Problem requirements: For the listing below, return the line containing "wh = wb[order][pos_c]", the line containing "columns (DESIGN §5).", and all lines in between, exactly as written and nothing else.

Records provided:
= = = =
/* Stopping a path between known paths of the same fate (path_fate.h) must
 * not move the zones: the same fields with every path followed to its end
 * give the same rings.  A different decision anywhere would move a vertex
 * by at least a bisection step (5 m / 2^10 here). */
static void test_known_paths_same_zones(void **state)
{
    (void)state;
    const double q = 0.01;
    const field fields[3] = {
        {.qreg = q, .qw = 50.0, .nw = 1},
        {.qreg = q, .qw = 30.0, .nw = 2, .wx = {0.0, 0.0}, .wy = {-100.0, 100.0}},
        {.qreg = -q, .qw = 2.0 * PI * q * B * 200.0, .nw = 1, .wx = {200.0}, .stream_d = 200.0},
    };
    const int box[3][4] = {{260, 60, 70, 70}, {160, 60, 60, 60}, {0, 100, 80, 80}};
    for (int i = 0; i < 3; i++) {
        model m;
        build(&m, &fields[i], box[i][0], box[i][1], box[i][2], box[i][3]);
        gw_capture c[2];
        gw_error err = {{0}};
        for (int t = 0; t < 2; t++) {
            gw_capture_options o;
            gw_capture_options_default(&o);
            o.track_all = t;
            if (gw_capture_compute(m.p, &m.ff, &o, &c[t], &err) != 0) fail_msg("capture: %s", err.msg);
        }
        assert_int_equal(c[0].nzone, c[1].nzone);
        for (int w = 0; w < c[0].nzone; w++) {
            double d = max_shift(&c[0].zone[w].capture, &c[1].zone[w].capture);
            print_message("    field %d well %d: %d rings, %d vertices, %ld paths stopped between "
                          "known paths; largest shift with every path followed %.3g m\n", i + 1,
                          w + 1, c[0].zone[w].capture.nring,
                          c[0].zone[w].capture.ring[c[0].zone[w].capture.outer].n,
                          c[0].zone[w].known_stops, d);
            /* Not vacuous: the shortcut was taken, and only when asked. */
            assert_true(c[0].zone[w].known_stops > 0);
            assert_int_equal(c[1].zone[w].known_stops, 0);
            assert_true(d >= 0.0 && d < 1e-9);
            assert_true(c[0].zone[w].capture.area == c[1].zone[w].capture.area);
            assert_int_equal(c[0].zone[w].seeds, c[1].zone[w].seeds);
        }
        for (int t = 0; t < 2; t++)
            gw_capture_free(&c[t]);
        drop(&m);
    }
}

static void test_ring_parents(void **state)
{
    (void)state;
    static double ox[] = {0, 100, 100, 0}, oy[] = {0, 0, 100, 100};       /* outer, ccw */
    static double hx[] = {40, 40, 60, 60}, hy[] = {40, 60, 60, 40};       /* hole, cw */
    static double px[] = {200, 210, 210, 200}, py[] = {0, 0, 10, 10};     /* second part */
    static double qx[] = {203, 203, 207, 207}, qy[] = {3, 7, 7, 3};       /* its hole */
    gw_capring rg[4] = {{ox, oy, 4, 10000.0}, {hx, hy, 4, -400.0}, {px, py, 4, 100.0},
                        {qx, qy, 4, -16.0}};
    gw_capzone z = {.time = HUGE_VAL, .area = 9684.0, .ring = rg, .nring = 4, .outer = 0};
    assert_int_equal(gw_capzone_parent(&z, 0), -1);
    assert_int_equal(gw_capzone_parent(&z, 1), 0);
    assert_int_equal(gw_capzone_parent(&z, 2), -1);
    assert_int_equal(gw_capzone_parent(&z, 3), 2);
    assert_int_equal(gw_capzone_parent(&z, 7), -1);
}
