def build_tables(black_holes, mergers, histories, cosmo=None, binning: Binning | None = None,
                 meta: dict | None = None) -> dict:
    """All tables of a run, as astropy Tables with units and a description.

    Parameters
    ----------
    black_holes : astropy.table.Table
        One row per black hole (``black_holes.ecsv`` columns; needs ``bh_id``,
        ``seed_channel``, ``final_mass_msun``, ``status``, ``final_z``, ``host_mass_msun``,
        ``weight_mpc3``).
    mergers : astropy.table.Table
        One row per coalescence (``mergers.ecsv``; needs ``z``, ``q``, ``chirp_mass_msun``,
        ``weight_mpc3``, ``seed_channel_1``, ``seed_channel_2``).
    histories : dict of arrays or None
        Per-black-hole histories (``bh_id``, ``z``, ``mass_msun``, ``eddington_ratio``).
        None (a run without histories) leaves out ``bh_mass_function`` and
        ``eddington_ratio_distribution``.
    cosmo : bhgrow.Cosmology, optional
        Cosmology of the run (cosmic time, volume element). Default Planck18.
    binning : Binning, optional
        Bins; default :class:`Binning()`.
    meta : dict, optional
        Added to every table's header (e.g. run directory, seed).

    Returns
    -------
    dict of str -> astropy.table.Table
        Keyed by the names in :data:`TABLE_NAMES` (in that order). Every table's ``meta``
        holds ``description`` (inputs, estimator, units, binning), ``made_by``,
        ``cosmology`` and the bin edges it used; each column has a unit (if any) and a
        description.

    Raises
    ------
    BhgrowInputError
        For missing columns, missing or negative ``weight_mpc3`` (trees without a volume
        normalisation), black holes in the histories absent from ``black_holes``, or
        redshift edges beyond the cosmology's table range.
    """
    from .cosmology import Cosmology

    b = binning if binning is not None else Binning()
    if not isinstance(b, Binning):
        raise BhgrowInputError(f"binning must be a bhgrow.tables.Binning; got "
                               f"{type(b).__name__}", source="tables", rule="binning")
    cosmo = cosmo if cosmo is not None else Cosmology()
    if b.z_edges[-1] > cosmo.z_max:
        raise BhgrowInputError(f"`z_edges` of Binning reach z = {b.z_edges[-1]:g}, beyond the "
                               f"cosmology table range z <= {cosmo.z_max:g}",
                               source=_OWNER, rule="z_edges")
    _require(black_holes, _BH_COLUMNS, "black_holes")
    _require(mergers, _MERGER_COLUMNS, "mergers")
    wb = _weights(black_holes["weight_mpc3"], black_holes["bh_id"], "black_holes")
    mid = np.arange(len(mergers))
    wm = _weights(mergers["weight_mpc3"], mid, "mergers")
    zm = np.asarray(mergers["z"], dtype=float)
    lmc = _log10(mergers["chirp_mass_msun"])
    lq = _log10(mergers["q"])
    base = {"made_by": f"bhgrow {__version__} (bhgrow.tables)", "cosmology": cosmo.name}
    base.update(meta or {})

    out = {
        "merger_rate_density": _merger_rate_density(zm, lmc, wm, cosmo, b, base),
        "observed_merger_rate": _observed_merger_rate(zm, wm, cosmo, b, base),
        "chirp_mass_distribution": _distribution(
            lmc, zm, wm, b.log_mc_edges, cosmo, b, base, what="source-frame chirp mass",
            lo_name="log_mc_lo", hi_name="log_mc_hi",
            edge_text="log10 source-frame chirp mass [Msun]", edges_key="log_mc_edges"),
        "mass_ratio_distribution": _distribution(
            lq, zm, wm, b.log_q_edges, cosmo, b, base, what="mass ratio q = m2/m1",
            lo_name="log_q_lo", hi_name="log_q_hi", edge_text="log10 q",
            edges_key="log_q_edges"),
    }
    if histories is not None:
        _require(histories, _HISTORY_COLUMNS, "histories")
        hid = np.asarray(histories["bh_id"])
        ids = np.asarray(black_holes["bh_id"])
        order = np.argsort(ids, kind="stable")
        pos = np.searchsorted(ids[order], hid)
        pos_c = np.minimum(pos, max(ids.size - 1, 0))
        found = (pos < ids.size) & (ids[order][pos_c] == hid) if ids.size else \
            np.zeros(hid.size, bool)
        if not found.all():
            miss = np.unique(hid[~found])[:10].tolist()
            raise BhgrowInputError(f"histories: {int((~found).sum())} rows belong to black "
                                   f"holes missing from black_holes (first ids {miss})",
                                   source="histories", rule="unknown_bh_id", rows=miss)
        wh = wb[order][pos_c] if ids.size else np.zeros(0)
        hz = np.asarray(histories["z"], dtype=float)
        out["bh_mass_function"] = _bh_mass_function(
            hz, np.asarray(histories["mass_msun"], float), wh, b, base)
    out["mbh_mhalo"] = _mbh_mhalo(black_holes, wb, b, base)
    if histories is not None:
        out["eddington_ratio_distribution"] = _eddington(
            hz, np.asarray(histories["eddington_ratio"], float), wh, b, base)
    out["seed_channels"] = _seed_channels(black_holes, wb, mergers, wm, base)
    return out
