"""Vectorized validation of merger-tree columns (DESIGN §5).

:func:`find_problems` checks every rule at once and returns a list of :class:`Problem`;
:func:`validate` raises one :class:`~bhgrow.errors.BhgrowInputError` that lists them all,
naming the file, the rule and the first offending node ids. No Python loop over nodes:
every check is a numpy expression, and the cycle check uses pointer doubling
(O(N log N)).

Rules
-----
============================ ==========================================================
``missing_columns``          a required column is absent
``empty``                    no rows at all
``wrong_layout``             a column is not a 1-D array
``wrong_dtype``              ids/snap not integers, mass not numeric, NaN in an id column
``negative_ids``             a ``node_id`` below 0 (``-1`` is the root marker of ``desc_id``)
``duplicate_ids``            a ``node_id`` occurs more than once
``bad_mass``                 a mass that is NaN, infinite, zero or negative
``bad_snapshot_table``       snapshot numbers repeated, redshifts non-finite/negative, or
                             redshift not strictly decreasing with snapshot number
``unknown_snapshots``        a node's ``snap`` is not in the snapshot table
``missing_descendants``      ``desc_id`` is not -1 and names no node
``descendant_not_later``     the descendant is not at a later snapshot (lower redshift)
``cycles``                   following descendants never reaches a root
``cross_forest_links``       a node and its descendant carry different ``forest_id``
``bad_weights``              ``weight_mpc3`` non-finite, negative, or not constant in a forest
``bad_optional_values``      an optional column (gas, metallicity, ...) non-finite or < 0
============================ ==========================================================
"""

from __future__ import annotations

import re
from dataclasses import dataclass

import numpy as np

from ..errors import BhgrowInputError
= = = =
Result of the task:
        wh = wb[order][pos_c] if ids.size else np.zeros(0)
        hz = np.asarray(histories["z"], dtype=float)
        out["bh_mass_function"] = _bh_mass_function(
            hz, np.asarray(histories["mass_msun"], float), wh, b, base)
    out["mbh_mhalo"] = _mbh_mhalo(black_holes, wb, b, base)
    if histories is not None:
        out["eddington_ratio_distribution"] = _eddington(
            hz, np.asarray(histories["eddington_ratio"], float), wh, b, base)
    out["seed_channels"] = _seed_channels(black_holes, wb, mergers, wm, base)
    return out
"""Vectorized validation of merger-tree columns (DESIGN §5).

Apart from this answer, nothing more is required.